If you cannot share your addiction with your friends, then what is the point? I drug Jennifer into my endless cycle of writing, paying for writing classes, thinking that we would someday, or once upon a time, make a little bit of money from the words we scribbled on the page. We thought that people would be interested in what we had to say. In my defense, others encouraged her as well: Amy Wallen and Judy Reeves fed her addiction as did all her cohorts at the University of New Mexico Creative Writing program. Jennifer had wisdom that needed to be shared. And so, we wrote. People died, her sister, Debby, was diagnosed with cancer, pets passed away and some were buried at Black’s Beach. Oh, the memories we created!

When Jen started creative writing workshops, she found her community, and took ownership of her grief. The bottomless sorrow of a 13-year-old girl whose mother died of cancer and who in some ways never recovered from that devastation. Yet she was brave, starting on a memoir to delve head first into that one event that so singularly shaped her life. Putting these words on the page drew her blood. When Jennifer explored her deepest pain, the issues she had struggled to process internally, the world that would have been, she began a psychology journey marshaling the courage to jump head first into the excavation of her mother’s life, the impact of her mother’s death, and her own journey to healing.

When I write, I wallow on the page, vomit up ideas, spilling my emotions like a toddler scattering toys and Jennifer was always there for me, pushing me to organize my thoughts. When Jennifer wrote, she was brief, sometime too brief and I would encourage her to wallow on the page a bit, deepen the scene, feel the emotions. We made a great pair. Oh, the memories we created!

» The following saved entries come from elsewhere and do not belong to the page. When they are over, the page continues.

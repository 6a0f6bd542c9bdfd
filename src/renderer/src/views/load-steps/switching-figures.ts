// The switching model's figures in the Load steps view, pure (plotly's types only, testable in node):
// the ripple window (phase currents at full resolution with the applied phase voltage and the DC-link
// current), the ripple's envelope over the fundamental, the phase current's spectrum (harmonic
// amplitudes as bars, THD stated), the averaged and switching runs overlaid (their decimated speed
// and dq currents), the summary rows, the window as CSV, and which averaged run a switching run keeps.
import type { Data, Layout } from 'plotly.js-dist-min';
import type { SwitchingResult } from '../../../../core/simulation/switching-result';
import { csvDocument, type CsvCell } from '../../../../core/reports/csv';
import { axis, baseLayout, type CurveColours, type PlotTheme } from '../../components/plot-style';
import { num } from '../../components/format';
import type { SimDone } from '../../state/simulation-run';

type Figure = { data: Data[]; layout: Layout };

/** How the modulations read on screen. */
export const MODULATION_NAMES: Record<string, string> = { sinusoidal: 'sinusoidal PWM', svpwm: 'SVPWM (min-max injection)', dpwm1: 'DPWM1 (discontinuous)' };

/** The switching run's conditions in one line: carrier, dead time, modulation. */
export function switchingConditions(s: SwitchingResult): string {
  return `switching model: carrier ${num(s.fsw_Hz / 1e3)} kHz, dead time ${num(s.deadTime_s * 1e6)} µs, ${MODULATION_NAMES[s.modulation] ?? s.modulation}`;
}

const stack = (rows: number, i: number, gap = 0.06): [number, number] => {
  const h = (1 - gap * (rows - 1)) / rows;
  const top = 1 - i * (h + gap);
  return [Math.max(0, top - h), top];
};

/**
 * The ripple window: phase currents ia, ib, ic at every segment boundary (straight between them, as the
 * current runs between switching instants), the applied phase voltage va and the DC-link current idc
 * (each the value over the segment ending at its boundary: drawn as steps, vertical first), on one
 * time axis in ms; `range_ms` the part shown (the whole window when absent; when given, ia alone on
 * an axis fitted to its samples there, ib and ic hidden in the legend); `marks` instants drawn as
 * labelled dashed lines across the rows (the load step), those within the window only.
 */
export function rippleWindowFigure(s: SwitchingResult, t: PlotTheme, col: CurveColours, range_ms?: [number, number] | null, marks: ReadonlyArray<{ t_s: number; label: string }> = []): Figure {
  const w = s.window;
  const x = Array.from(w.t_s, (v) => v * 1e3);
  const tr = (y: Float64Array, name: string, yaxis: string, colour: string, shape: 'linear' | 'vh', width = 1.2): Data =>
    ({ type: 'scatter', mode: 'lines', x, y: Array.from(y), name, yaxis, line: { color: colour, width, shape }, hovertemplate: `${name}: %{y:.4g}<extra>%{x:.4f} ms</extra>` }) as Data;
  const data: Data[] = [
    tr(w.ia_A, 'ia', 'y', col.a, 'linear', 1.5),
    tr(w.ib_A, 'ib', 'y', col.b, 'linear'),
    tr(w.ic_A, 'ic', 'y', col.c, 'linear'),
    tr(w.va_V, 'va (applied, phase to neutral)', 'y2', col.mtpv, 'vh'),
    tr(w.idc_A, 'idc (DC link)', 'y3', col.load, 'vh'),
  ];
  // zoomed to a few carrier periods: ia alone on an axis fitted to it there, so its ripple reads (ib, ic a click away in the legend)
  let iaRange: [number, number] | null = null;
  if (range_ms) {
    let lo = Infinity, hi = -Infinity;
    for (let j = 0; j < x.length; j++) if (x[j]! >= range_ms[0] && x[j]! <= range_ms[1]) (lo = Math.min(lo, w.ia_A[j]!), hi = Math.max(hi, w.ia_A[j]!));
    if (hi >= lo) {
      const pad = Math.max(0.15 * (hi - lo), 1e-3 * Math.max(1, Math.abs(hi)));
      iaRange = [lo - pad, hi + pad];
      for (const d of data.slice(1, 3) as Array<{ visible?: unknown }>) d.visible = 'legendonly';
    }
  }
  const layout = baseLayout(t, {
    margin: { l: 70, r: 16, t: 10, b: 44 },
    hovermode: 'x',
    legend: { orientation: 'h', x: 0, y: 1.06, yanchor: 'bottom', font: { size: 11 } },
    xaxis: axis(t, 'time, ms', { anchor: 'y3', range: range_ms ?? [x[0] ?? 0, x[x.length - 1] ?? 1] }),
    yaxis: axis(t, iaRange ? 'ia, A' : 'ia, ib, ic, A', iaRange ? { domain: stack(3, 0), range: iaRange } : { domain: stack(3, 0) }),
    yaxis2: axis(t, 'va, V', { domain: stack(3, 1) }),
    yaxis3: axis(t, 'idc, A', { domain: stack(3, 2) }),
  } as Layout);
  const inside = marks.filter((m) => w.t_s.length > 0 && m.t_s >= w.t_s[0]! && m.t_s <= w.t_s[w.t_s.length - 1]!);
  if (inside.length) {
    const l = layout as Record<string, unknown>;
    l.shapes = inside.map((m) => ({ type: 'line', xref: 'x', yref: 'paper', x0: m.t_s * 1e3, x1: m.t_s * 1e3, y0: 0, y1: 1, line: { color: t.muted, width: 1.2, dash: 'dash' } }));
    l.annotations = inside.map((m) => ({ xref: 'x', yref: 'paper', x: m.t_s * 1e3, y: 1, xanchor: 'left', yanchor: 'top', showarrow: false, text: m.label, font: { size: 11, color: t.ink }, bgcolor: t.panel }));
  }
  return { data, layout };
}

/** Where the ripple window may zoom: the whole window, or a few carrier periods at ia's peak or at its zero crossing. */
export type WindowZoom = 'window' | 'peak' | 'zero';

/**
 * The time range (ms) of `periods` carrier periods centred on ia's largest sample (`peak`) or on its
 * first rising zero crossing (`zero`) in the window; null for the whole window.
 */
export function windowZoom(s: SwitchingResult, at: WindowZoom, periods = 4): [number, number] | null {
  const { t_s: t, ia_A: ia } = s.window;
  if (at === 'window' || t.length < 2) return null;
  let k = 0;
  if (at === 'peak') {
    for (let j = 1; j < ia.length; j++) if (ia[j]! > ia[k]!) k = j;
  } else {
    k = -1;
    for (let j = 1; j < ia.length && k < 0; j++) if (ia[j - 1]! < 0 && ia[j]! >= 0) k = j;
    if (k < 0) return null;
  }
  const half = (periods / 2 / s.fsw_Hz) * 1e3;
  const lo = t[0]! * 1e3, hi = t[t.length - 1]! * 1e3;
  const c = Math.min(Math.max(t[k]! * 1e3, lo + half), hi - half);
  return [Math.max(lo, c - half), Math.min(hi, c + half)];
}

/** The ripple's peak-to-peak envelope over one fundamental period, against the electrical angle in degrees. */
export function rippleEnvelopeFigure(s: SwitchingResult, t: PlotTheme, col: CurveColours): Figure {
  const e = s.rippleEnvelope;
  const data: Data[] = [
    {
      type: 'scatter',
      mode: 'lines',
      x: Array.from(e.angle_rad, (a) => (a * 180) / Math.PI),
      y: Array.from(e.peakToPeak_A),
      name: 'ripple, peak to peak',
      line: { color: col.a, width: 1.6, shape: 'hvh' },
      hovertemplate: '%{y:.3g} A p-p<extra>%{x:.0f}°</extra>',
    } as Data,
  ];
  const layout = baseLayout(t, {
    margin: { l: 70, r: 16, t: 10, b: 44 },
    showlegend: false,
    xaxis: axis(t, 'electrical angle of phase a, °', { range: [0, 360], dtick: 60 }),
    yaxis: axis(t, 'ia ripple, A peak to peak', { rangemode: 'tozero' }),
  } as Layout);
  return { data, layout };
}

/**
 * The phase-a current's spectrum: one bar per harmonic order 1..thdMaxHarmonic (A peak), the
 * fundamental in its own colour; `log`: a logarithmic amplitude axis (orders with no amplitude are
 * left out there: a bar of zero has no place on it).
 */
export function spectrumFigure(s: SwitchingResult, log: boolean, t: PlotTheme, col: CurveColours): Figure {
  const n = Math.min(s.harmonics_A.length - 1, s.thdMaxHarmonic);
  const x: number[] = [];
  const y: number[] = [];
  const colours: string[] = [];
  for (let k = 1; k <= n; k++) {
    const a = s.harmonics_A[k]!;
    if (log && !(a > 0)) continue;
    x.push(k);
    y.push(a);
    colours.push(k === 1 ? col.c : col.a);
  }
  const data: Data[] = [
    { type: 'bar', x, y, customdata: x.map((k) => k * s.fundamental_Hz), name: 'harmonic amplitude', marker: { color: colours }, hovertemplate: 'order %{x} (%{customdata:.4g} Hz): %{y:.4g} A peak<extra></extra>' } as Data,
  ];
  const layout = baseLayout(t, {
    margin: { l: 70, r: 16, t: 30, b: 44 },
    showlegend: false,
    bargap: 0.25,
    title: { text: Number.isFinite(s.thd) ? `ia spectrum: THD ${num(s.thd * 100, 3)} % (orders 2 to ${s.thdMaxHarmonic})` : 'ia spectrum: no whole fundamental period analysed', font: { size: 12 }, x: 0.01, xanchor: 'left' },
    xaxis: axis(t, `harmonic order (fundamental ${num(s.fundamental_Hz, 3)} Hz)`, { range: [0.4, n + 0.6] }),
    yaxis: axis(t, 'amplitude, A peak', log ? { type: 'log' } : { rangemode: 'tozero' }),
  } as Layout);
  return { data, layout };
}

/**
 * The averaged and the switching runs overlaid on one time axis: speed (rpm) and the dq currents
 * (A peak), the averaged run dashed over the switching one (both decimated as the runs record them).
 */
export function overlayFigure(avg: SimDone, sw: SimDone, t: PlotTheme, col: CurveColours): Figure {
  const data: Data[] = [];
  const line = (r: SimDone, key: 'speed_rpm' | 'iq_A' | 'id_A', name: string, yaxis: string, colour: string, dash: string, width: number) => {
    const y = r.traces[key];
    if (!y) return;
    data.push({ type: 'scatter', mode: 'lines', x: r.traces.t_s, y, name, yaxis, line: { color: colour, dash, width }, hovertemplate: `${name}: %{y:.4g}<extra>%{x:.4f} s</extra>` } as Data);
  };
  // the switching run under, the averaged run dashed over it: where they agree both stay visible
  line(sw, 'speed_rpm', 'speed, switching', 'y', col.cold, 'solid', 2.2);
  line(avg, 'speed_rpm', 'speed, averaged', 'y', col.ref, 'dash', 1.4);
  line(sw, 'iq_A', 'iq, switching', 'y2', col.iq, 'solid', 1.8);
  line(avg, 'iq_A', 'iq, averaged', 'y2', col.ref, 'dash', 1.4);
  line(sw, 'id_A', 'id, switching', 'y2', col.id, 'solid', 1.8);
  line(avg, 'id_A', 'id, averaged', 'y2', col.load, 'dash', 1.4);
  const x = sw.traces.t_s;
  const layout = baseLayout(t, {
    margin: { l: 70, r: 16, t: 10, b: 44 },
    hovermode: 'x',
    legend: { orientation: 'h', x: 0, y: 1.04, yanchor: 'bottom', font: { size: 11 } },
    xaxis: axis(t, 'time, s', { anchor: 'y2', range: [x[0] ?? 0, x[x.length - 1] ?? 1] }),
    yaxis: axis(t, 'speed, rpm', { domain: stack(2, 0) }),
    yaxis2: axis(t, 'id, iq, A peak', { domain: stack(2, 1) }),
  } as Layout);
  return { data, layout };
}

/** The summary card's rows: label, value text, and the number behind it (for tests and data attributes). */
export function switchingSummary(s: SwitchingResult): Array<{ key: string; label: string; text: string; value: number }> {
  const rows = [
    { key: 'rippleMax', label: 'phase-current ripple, largest (peak to peak per carrier period)', value: s.ripplePeakToPeak_A.max, text: `${num(s.ripplePeakToPeak_A.max, 3)} A` },
    { key: 'rippleMean', label: 'phase-current ripple, mean over the fundamental', value: s.ripplePeakToPeak_A.mean, text: `${num(s.ripplePeakToPeak_A.mean, 3)} A` },
    { key: 'thd', label: `THD of the phase current (orders 2 to ${s.thdMaxHarmonic})`, value: s.thd, text: Number.isFinite(s.thd) ? `${num(s.thd * 100, 3)} %` : '–' },
    { key: 'deadTime', label: 'fundamental voltage lost to dead time and device drop', value: s.deadTimeVoltageError_V, text: `${num(s.deadTimeVoltageError_V, 3)} V peak (phase)` },
    { key: 'dcMean', label: 'DC-link current, mean', value: s.dcLink.mean_A, text: `${num(s.dcLink.mean_A, 3)} A` },
    { key: 'dcRms', label: 'DC-link current, rms', value: s.dcLink.rms_A, text: `${num(s.dcLink.rms_A, 3)} A rms` },
    { key: 'dcRipple', label: 'DC-link ripple current, rms (the bus capacitor carries it)', value: s.dcLink.rippleRms_A, text: `${num(s.dcLink.rippleRms_A, 3)} A rms` },
  ];
  return rows;
}

/** The full-resolution window as CSV: the `comments` (one cell each), then t_s, ia_A, ib_A, ic_A, va_V, idc_A. */
export function switchingWindowCsv(s: SwitchingResult, comments: readonly string[] = []): string {
  const w = s.window;
  const cols = [w.t_s, w.ia_A, w.ib_A, w.ic_A, w.va_V, w.idc_A];
  const n = Math.min(...cols.map((c) => c.length));
  function* rows(): Generator<CsvCell[]> {
    for (const c of comments) yield [c];
    yield ['t_s', 'ia_A', 'ib_A', 'ic_A', 'va_V', 'idc_A'];
    for (let i = 0; i < n; i++) yield cols.map((c) => c[i]!);
  }
  return csvDocument(rows());
}

/** Where the zoom window sits, as the PWM control offers it: control.pwm.windowAt, or window_s given as times. */
export type WindowMode = 'end' | 'load-step' | 'times';
export const WINDOW_MODES: Record<WindowMode, string> = { end: 'at the run\'s end', 'load-step': 'at the first load step', times: 'from … to … (times)' };
export const WINDOW_HINTS: Record<WindowMode, string> = {
  end: 'the last two fundamental periods of the run',
  'load-step': 'two fundamental periods at the speed asked there, from a quarter of it before the step',
  times: 'full-resolution traces between these times',
};

/** The window mode of a control.pwm subtree (as edited: any JSON). */
export function windowModeOf(pwm: unknown): WindowMode {
  const o = pwm && typeof pwm === 'object' && !Array.isArray(pwm) ? (pwm as Record<string, unknown>) : {};
  if (o.window_s !== undefined) return 'times';
  return o.windowAt === 'load-step' ? 'load-step' : 'end';
}

/** Times to start from when the user asks for a window by times: the middle tenth of the run after its half (10 ms of a 0.1 s run), s. */
export function suggestedWindow(duration_s: number | null): { from: number; to: number } {
  const T = duration_s !== null && duration_s > 0 ? duration_s : 0.1;
  const r = (v: number) => +v.toPrecision(6);
  return { from: r(T / 2), to: r(T * 0.6) };
}

/** The project's inputs apart from control.pwm, as text: runs with equal keys differ only in the inverter model. */
export function inputsKey(file: unknown): string {
  const f = JSON.parse(JSON.stringify(file ?? null)) as { control?: Record<string, unknown> } | null;
  if (f && f.control && typeof f.control === 'object') delete f.control.pwm;
  return JSON.stringify(f);
}

/**
 * A finished run as the view keeps it: a switching run carries the last averaged run of the same
 * inputs (the run shown before it, or the one that run carried); an averaged run carries none.
 */
export function keepAveraged(prev: SimDone | null, next: SimDone): SimDone {
  if (next.pwmModel !== 'switching') return { ...next, averaged: undefined };
  const avg = prev && prev.inputsKey === next.inputsKey ? (prev.pwmModel === 'switching' ? prev.averaged : prev) : undefined;
  return { ...next, averaged: avg };
}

I called her the Queen of Grief because she danced with grief, wrote about grief, volunteered at the Children’s Grief Center as much to heal herself as to help others, she studied grief, taught creative workshops on processing grief, and consumed books on grief like I consume chocolate.

In 2009, the Annual US Rainbow Gathering came to New Mexico and she picked people up she had never met at the airport and helped them get to the gathering. Then she attended herself. That was the tail end of the wars between the gathering and the United States Forest Service. I forget what happened, but something had gone down and she was front and center videotaping the behavior of law enforcement with her camera to protect people whom she did not even know in a stance so fierce she dared them to try to stop her. Then on the 4th of July, I lost her during the prayer for world peace. She had gone back to her tent because the energy of 10,000 people auming for world peace overwhelmed her. Jennifer was courage and sensitivity all wrapped up in one incredible human being. Oh, the memories we created!

My best friend, partner in writing and publishing, the person who permed my hair, who was always building community where ever she was, who was trying to change the world, person by person and who was committed to indigenous self-determination, the rights of her black and brown friends, her women friends, her LGTBQ friends, who tried to teach us that if we just got to know each other, we would realize we all had more in common than we thought. She believed that every story mattered and needed to be heard by the world. Jennifer Simpson passed away, but the hearts she touched will carry her legacy. Oh, the memories we created!